»»

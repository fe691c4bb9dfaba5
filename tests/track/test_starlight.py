"""Stars that the Moon or a minor planet covers: rehearsed from the example briefs, timed by their light in `check`."""

from __future__ import annotations

import json
from html import unescape

import pytest

from planner.cli.main import run_with
from tests.conftest import ROOT

ASTEROID, MOON = "asteroid_occults_star_2028", "moon_occults_star_2027"
DENSE = "disappearance and reappearance"


def checked(tmp_path, capsys, brief, passage, options):
    """Plan, rehearse one passage and check it; returns (exit code, JSON, page, true instants by name)."""
    plan, frames = tmp_path / "p.plan.yaml", tmp_path / "frames"
    assert run_with(["plan", str(ROOT / "configs" / f"{brief}.yaml"), "-o", str(plan)]) == 0
    drawn = ["rehearse", str(plan), "-o", str(frames), "--passage", passage, "--jobs", "1", "--quiet"]
    assert run_with([*drawn, *options.split()]) == 0
    capsys.readouterr()
    code = run_with(["check", str(plan), str(frames), "-o", str(tmp_path / "out"), "--json", "--no-pictures"])
    told = json.loads(capsys.readouterr().out)
    page = unescape((tmp_path / "out" / "report.html").read_text(encoding="utf-8")).replace("\u00a0", " ")
    return code, told, page


def test_star_behind_a_minor_planet_is_timed_though_frames_are_too_short_to_be_solved(tmp_path, capsys):
    """Exposures of 10 ms every 0.42 s: an instant between two of them is known to 0.41 / sqrt(12) = 0.12 s."""
    code, told, page = checked(
        tmp_path, capsys, ASTEROID, DENSE, "--crop 320x280 --clock-offset 1.5 --pointing-error 20"
    )
    assert code == 0
    assert [contact["name"] for contact in told["contacts"]] == ["disappearance", "reappearance"]
    for contact in told["contacts"]:
        assert abs(contact["difference_s"] - 1.5) < 0.25
        assert contact["sigma_s"] == pytest.approx(0.12, abs=0.02)
        assert contact["note"] == "between two exposures"
        assert contact["false_alarm_log10"] < -20
    assert "went out at" in told["verdict"]
    assert told["verdict"] in page
    assert "The star's light" in page
    assert (tmp_path / "out" / "figures" / "light_curve.png").stat().st_size > 10_000
    assert len(told["light_curve"]["flux"]) == 122


@pytest.mark.slow
def test_star_that_is_not_covered_from_where_the_rig_stands_shows_no_event(tmp_path, capsys):
    _, told, page = checked(
        tmp_path, capsys, ASTEROID, DENSE, "--crop 320x280 --from-site 30,32.87,0 --pointing-error 5"
    )
    assert told["contacts"] == []
    assert [finding["name"] for finding in told["findings"]] == ["no-event"]
    assert "neither went out nor came back" in told["verdict"]
    assert "no-event" in page


@pytest.mark.slow
@pytest.mark.parametrize(("passage", "binning"), [("disappearance", 4), ("reappearance", 2)])
def test_star_behind_the_moon_is_timed_at_the_dark_limb_and_at_the_bright_one(
    tmp_path, capsys, passage, binning
):
    """Frames of 29 ms every 0.43 s; the Moon's own glow is taken off by its distance from the limb."""
    _, told, _ = checked(tmp_path, capsys, MOON, passage, f"--binning {binning} --clock-offset -2")
    contact = next(contact for contact in told["contacts"] if contact["name"] == passage)
    assert abs(contact["difference_s"] + 2) < 0.3
    assert contact["sigma_s"] < 0.2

««

_EXERCISE GOAL_.
Work out how many lines of the data hold the string "unescape". Reply with that number alone.

_FINAL ANSWER_.
2